Сатин рассказал, что этот доктор, которого зовут Николай Васильевич Майер, знаком здесь со всеми ссыльными, лечит их, всячески старается им помочь и сам весьма свободного образа мыслей. Он родился и жил в Петербурге, весьма учен и начитан. Он был другом Бестужева-Марлинского и даже спас его однажды от возвращения в Сибирь, взяв на себя одно дельце и отсидев полгода в здешней крепости. Доносы на него текут отсюда рекой — и в Ставрополь, и в Петербург... Особенно старается вдова-генеральша Мерлини (вот ее дом — выдается из общей линии фасадов на бульвар). Если случится быть у нее — помни об осторожности.

— Кстати, — сказал Сатин, — вот лавка Челахова, роскошный магазин.

Лермонтов взглянул на красивую вывеску: «Депо разных галантерейных, косметических и азиатских товаров» — и на лице его изобразилось недоумение.

— Хозяин, — продолжал Сатин, — прелюбезный молодой человек, армянин, хорошо знающий по-русски. У него есть библиотека, новые журналы... Зайдем.

В библиотеке за большим столом, заваленным газетами и журналами, сидели за чтением старик в синем сюртуке и маленький чернявый казачий офицер с рукой на перевязи. У противоположной от окон стены — книжные шкафы.

— Не очень жалует это тихое место водяное общество... Ресторация зато полна, — сказал Сатин.

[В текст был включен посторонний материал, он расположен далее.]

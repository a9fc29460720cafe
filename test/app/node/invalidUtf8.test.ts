/**
 * Files that are not valid UTF-8 are refused with the byte offset of the first bad byte, by the
 * loaders the command line and the desktop app's main process share, instead of being decoded
 * with U+FFFD in place of the bad bytes (a silently changed name).
 */
import { mkdtempSync, readFileSync, rmSync, writeFileSync } from 'node:fs';
import { tmpdir } from 'node:os';
import { join } from 'node:path';
import { afterAll, describe, expect, it } from 'vitest';
import { FileError, loadSystemFile, readTextFile } from '../../../app/node/files.ts';
import { ROOT, runCli } from '../cli/runCli.ts';

const work = mkdtempSync(join(tmpdir(), 'waymark-utf8-'));
afterAll(() => rmSync(work, { recursive: true, force: true }));

const systemText = readFileSync(join(ROOT, 'assets/systems/ilmar.system.json'), 'utf8');

/** The demo system with its first body's name byte-patched: `"Ilmar"` → `"Ilm\xFFr"` (0xFF is never UTF-8). */
function badSystem(): { path: string; offset: number } {
  const bytes = Buffer.from(systemText, 'utf8');
  const at = bytes.indexOf(Buffer.from('"Ilmar"')) + 4;
  expect(at).toBeGreaterThan(4);
  bytes[at] = 0xff;
  const path = join(work, 'bad.system.json');
  writeFileSync(path, bytes);
  return { path, offset: at };
}

describe('files that are not valid UTF-8', () => {
  it('readTextFile and loadSystemFile refuse them with the offset of the bad byte', async () => {
    const { path, offset } = badSystem();
    await expect(readTextFile(path)).rejects.toThrow(FileError);
    await expect(readTextFile(path)).rejects.toThrow(`cannot read ${path}: it is not valid UTF-8 at byte ${offset.toLocaleString('en-US')}`);
    await expect(loadSystemFile(path)).rejects.toThrow(/not valid UTF-8 at byte/);
  });

  it('valid UTF-8 with accents and Δ still reads as written', async () => {
    const path = join(work, 'ok.txt');
    writeFileSync(path, 'Fénix Δv ✓', 'utf8');
    expect(await readTextFile(path)).toBe('Fénix Δv ✓');
  });

  it('the command line exits 2 with the offset', async () => {
    const { path, offset } = badSystem();
    const r = await runCli(['stability', path, '--years', '1']);
    expect(r.code).toBe(2);
    expect(r.stderr).toContain(`not valid UTF-8 at byte ${offset.toLocaleString('en-US')}`);
    expect(r.stdout).toBe('');
  });
});
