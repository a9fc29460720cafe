import { readFileSync } from 'node:fs';
import { describe, expect, it } from 'vitest';
import { evaluate } from '../../../../core/conic/evaluate.ts';
import * as edits from '../../../../app/renderer/plan/edits.ts';
import { Session } from '../../../../app/renderer/state/session.ts';
import { fakeHost } from './fakeHost.ts';

const root = new URL('../../../../', import.meta.url);
const systemText = readFileSync(new URL('assets/systems/ilmar.system.json', root), 'utf8');
const demoText = readFileSync(new URL('assets/plans/tessel-to-ochre.plan.json', root), 'utf8');

async function session() {
  const host = fakeHost();
  const s = await Session.create({
    host,
    evaluate: (sys, plan) => evaluate(sys, plan),
    bundledSystems: { 'ilmar.system.json': systemText },
    demo: { name: 'tessel-to-ochre.plan.json', text: demoText },
    ask: async () => 'cancel',
    autosaveMs: 0,
    now: () => 1234,
  });
  return { s, host };
}

type Json = Record<string, any>;

describe('session: the burns as solved, saved beside their settings and checked on open', () => {
  it("a save writes each burn's resolved block: the evaluation's budget row of that burn", async () => {
    const { s, host } = await session();
    s.doc.edit('Edit reserve', (p) => edits.setReserve(p, { percent: 4.5 }));
    expect(await s.save()).toBe(true);
    const doc = JSON.parse(host.files.get('tessel-to-ochre.plan.json')!);
    const rows = s.evaluation.get().result!.budget.rows;
    const burns = (doc.events as Json[]).filter((e) => e.type === 'burn');
    expect(burns.map((b) => b.id)).toEqual(rows.map((r) => r.planEventId));
    burns.forEach((b, k) => {
      expect(b.resolved.model).toBe('conic');
      expect(b.resolved.dv_inertial_mps).toEqual(rows[k].dvInertial);
      expect(b.resolved.t_start_s).toBe(rows[k].tStart);
      expect(b.resolved.mass_after_kg).toBe(rows[k].massAfter);
    });
  });

  it('a file whose saved figures are stale opens with a warning naming the burn; the plan is the file’s', async () => {
    const { s, host } = await session();
    expect(await s.save()).toBe(true);
    const doc = JSON.parse(host.files.get('tessel-to-ochre.plan.json')!);
    const k = (doc.events as Json[]).findIndex((e) => e.type === 'burn');
    doc.events[k].resolved.propellant_kg += 10;
    const ok = await s.openText(JSON.stringify(doc), { name: 'edited.plan.json', path: null, handle: null });
    expect(ok).toBe(true);
    const n = s.notices.get().at(-1)!;
    expect(n.kind).toBe('warning');
    const stale = (n.issues ?? []).filter((i) => i.path === `events[${k}].resolved`);
    expect(stale.length).toBe(1);
    expect((stale[0] as { words?: string }).words).toMatch(
      new RegExp(`^Burn ${k + 1} '${doc.events[k].name}': figures saved with the plan are out of date.*propellant`),
    );
  });
});
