import { describe, expect, it } from 'vitest';
import fc from 'fast-check';
import { History } from '../../../../app/renderer/state/history.ts';

describe('undo/redo history', () => {
  it('undoes and redoes edits in order', () => {
    const h = new History('a');
    h.push('b', 'to b');
    h.push('c', 'to c');
    expect(h.undoLabel).toBe('to c');
    expect(h.undo()).toBe(true);
    expect(h.present).toBe('b');
    expect(h.redoLabel).toBe('to c');
    expect(h.undo()).toBe(true);
    expect(h.present).toBe('a');
    expect(h.undo()).toBe(false);
    expect(h.redo()).toBe(true);
    expect(h.redo()).toBe(true);
    expect(h.present).toBe('c');
    expect(h.redo()).toBe(false);
  });

  it('drops the redo branch on a new edit', () => {
    const h = new History(0);
    h.push(1, '');
    h.undo();
    h.push(2, '');
    expect(h.canRedo).toBe(false);
    expect(h.present).toBe(2);
  });

  it('keeps at most `limit` undo steps', () => {
    const h = new History(0, 3);
    for (let k = 1; k <= 10; k++) h.push(k, '');
    let n = 0;
    while (h.undo()) n++;
    expect(n).toBe(3);
    expect(h.present).toBe(7);
  });

  it('gives every snapshot its own revision, restored by undo (property)', () => {
    fc.assert(
      fc.property(fc.array(fc.constantFrom('push', 'undo', 'redo'), { maxLength: 60 }), (ops) => {
        const h = new History<number>(0);
        const seen = new Map<number, number>([[h.revision, 0]]);
        let v = 0;
        for (const op of ops) {
          if (op === 'push') h.push(++v, '');
          else if (op === 'undo') h.undo();
          else h.redo();
          const prev = seen.get(h.revision);
          if (prev !== undefined && prev !== h.present) return false;
          seen.set(h.revision, h.present);
        }
        return true;
      }),
    );
  });
});
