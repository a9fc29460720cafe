/** An in-memory Host for the session tests: files by name, a recovery slot, scripted pickers. */
import { vi } from 'vitest';
import type { FileRef, Host, OpenedFile, RecentFile, RecoverySnapshot } from '../../../../app/renderer/host/host.ts';

export interface FakeHost extends Host {
  files: Map<string, string>;
  recovery: RecoverySnapshot | null;
  /** What the next openPlan / openSystem returns. */
  nextOpen: OpenedFile | null;
  nextSystem: OpenedFile | null;
  exported: { kind: string; name: string; text: string }[];
  titles: string[];
}

export function fakeHost(): FakeHost {
  const recent: RecentFile[] = [];
  const h: FakeHost = {
    kind: 'browser',
    files: new Map(),
    recovery: null,
    nextOpen: null,
    nextSystem: null,
    exported: [],
    titles: [],
    openPlan: vi.fn(async () => h.nextOpen),
    openSystem: vi.fn(async () => h.nextSystem),
    readSystemBeside: vi.fn(async () => null),
    recentFiles: vi.fn(async () => [...recent]),
    openRecent: vi.fn(async (key: string) => {
      const text = h.files.get(key);
      if (text === undefined) throw new Error(`no ${key}`);
      return { ref: { name: key, path: null, handle: null }, text };
    }),
    save: vi.fn(async (ref: FileRef, text: string) => {
      h.files.set(ref.name, text);
      recent.unshift({ key: ref.name, name: ref.name, at: 0 });
      return ref;
    }),
    saveAs: vi.fn(async (name: string, text: string) => {
      h.files.set(name, text);
      recent.unshift({ key: name, name, at: 0 });
      return { name, path: `/plans/${name}`, handle: null };
    }),
    exportFile: vi.fn(async (kind, name, text) => {
      h.exported.push({ kind, name, text });
      return true;
    }),
    readRecovery: vi.fn(async () => h.recovery),
    writeRecovery: vi.fn(async (s: RecoverySnapshot) => {
      h.recovery = s;
    }),
    clearRecovery: vi.fn(async () => {
      h.recovery = null;
    }),
    setDocumentState: vi.fn((title: string) => void h.titles.push(title)),
    closeConfirmed: vi.fn(async () => undefined),
    onCommand: () => () => undefined,
  };
  return h;
}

Хозяин остался в торговом зале. Лермонтов начал перебирать журналы, ему бросилась в глаза желтая обложка «Современника». Это был шестой том (второй за 1837 год), изданный в пользу семейства Пушкина Вяземским, Жуковским, Краевским, Одоевским и Плетневым. В начале книжки — «Русалка» Пушкина. Потом стихи Ершова, Гребенки, Шаликова, Деларю, Соколовского, Губера, Языкова и... М. Лермонтова! «Бородино»... на пяти страницах. Лермонтов едва не подскочил на стуле от неожиданности, но не подал виду, ничего не сказал Сатину, молча прочел свое стихотворение и перешел к «Арапу Петра Великого» Пушкина. Потом взглянул еще раз на «Бородино» и подумал, что вот это и есть начало, и как хорошо, что в журнале Пушкина... рядом с его сочинениями. Он увидел свое стихотворение как-то по-новому — глазами сотен, может быть, тысяч читателей. Он спрашивал себя, интересно ли ему мнение этих читателей о «Бородине», то есть, собственно, есть ли у него тщеславие... Ему хотелось беспощадно обличить себя в собственных глазах, он подумал-подумал и — не нашел все же в себе не только мелкого тщеславия и жажды похвал, но и вообще желания славы. Обличения не получилось. Но тут ему стало грустно: «Что же, душа моя лишилась всякого огня, стала стариковской, равнодушной?» Он бросил «Современник» на стол и вышел из лавки. Бульвар был пуст. Над Машуком как дым ползли тучи.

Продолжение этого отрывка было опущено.